import "server-only";
import nodemailer, { type Transporter } from "nodemailer";
import { deliverOutboxMail, markOutboxMailFailed, queueMail, type Knex, type TaskHandler } from "@coldtrail/db";
import { env } from "../env";

/**
 * Outgoing mail through any SMTP service. In development and tests that is the local SMTP fake
 * started by `npm run demo` / the e2e server (caught mail: http://127.0.0.1:2580).
 */
export interface OutgoingMail {
  to: string | string[];
  subject: string;
  /** Plain-text body; always sent. */
  text: string;
  /** HTML body; sent beside the text. */
  html: string;
}

const globalForMail = globalThis as unknown as { coldtrailMail?: Transporter };

function transport(): Transporter {
  globalForMail.coldtrailMail ??= nodemailer.createTransport({
    host: env.SMTP_HOST,
    port: env.SMTP_PORT,
    secure: false,
    ignoreTLS: env.SMTP_HOST === "127.0.0.1" || env.SMTP_HOST === "localhost",
  });
  return globalForMail.coldtrailMail;
}

/** Sends at once through SMTP. App code queues mail instead (`queueOutgoingMail`); the runner calls this. */
export async function sendMail(mail: OutgoingMail): Promise<void> {
  await transport().sendMail({ from: env.MAIL_FROM, ...mail });
}

/**
 * Puts a mail in the outbox (packages/db durable/outbox.ts), to be sent by the background runner with
 * retries while SMTP is down. Call it inside the transaction of the change the mail reports.
 */
export async function queueOutgoingMail(
  db: Knex,
  mail: OutgoingMail & { organisationId: number | null; notificationId?: number | null },
): Promise<number> {
  return queueMail(db, {
    organisationId: mail.organisationId,
    to: Array.isArray(mail.to) ? mail.to.join(", ") : mail.to,
    subject: mail.subject,
    text: mail.text,
    html: mail.html,
    notificationId: mail.notificationId ?? null,
  });
}

/** The runner's `mail` task: one outbox mail through SMTP; a failure is retried with backoff. */
export const mailTask: TaskHandler = {
  async run({ task, db }) {
    await deliverOutboxMail(db, {
      id: Number(task.payload.outboxId),
      send: (m) => sendMail({ to: m.to, subject: m.subject, text: m.text, html: m.html }),
    });
  },
  async giveUp({ task, db, reason }) {
    await markOutboxMailFailed(db, { id: Number(task.payload.outboxId), reason });
  },
  describeError: (err) => `The mail server did not take the message: ${err instanceof Error ? err.message : String(err)}`,
};

/** An absolute link into the app for e-mails. */
export function appLink(path: string): string {
  return new URL(path, env.NEXTAUTH_URL).toString();
}

const escape = (s: string) => s.replace(/[&<>"']/g, (c) => ({ "&": "&amp;", "<": "&lt;", ">": "&gt;", '"': "&quot;", "'": "&#39;" })[c]!);

/** A plain, readable HTML body in Coldtrail's look, from paragraphs and an optional action link. */
export function mailHtml(opts: { heading: string; paragraphs: string[]; action?: { label: string; href: string } }): string {
  const paras = opts.paragraphs.map((p) => `<p style="margin:0 0 12px">${escape(p)}</p>`).join("");
  const action = opts.action
    ? `<p style="margin:20px 0"><a href="${escape(opts.action.href)}" style="background:#0f6e8c;color:#fff;padding:10px 16px;border-radius:6px;text-decoration:none;font-weight:600">${escape(opts.action.label)}</a></p><p style="font-size:12px;color:#4b5b6b">Or open ${escape(opts.action.href)}</p>`
    : "";
  return `<!doctype html><html lang="en"><body style="font-family:Inter,Arial,sans-serif;color:#17212b;max-width:560px;margin:0 auto;padding:24px"><p style="font-weight:700;color:#0f6e8c;margin:0 0 16px">Coldtrail</p><h1 style="font-size:20px;margin:0 0 16px">${escape(opts.heading)}</h1>${paras}${action}</body></html>`;
}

#### TRY IT
Among the records above, find the lines that contain "sendMail" and copy every one.

#### SOLUTION TO THE PROBLEM
export async function sendMail(mail: OutgoingMail): Promise<void> {
  await transport().sendMail({ from: env.MAIL_FROM, ...mail });
      send: (m) => sendMail({ to: m.to, subject: m.subject, text: m.text, html: m.html }),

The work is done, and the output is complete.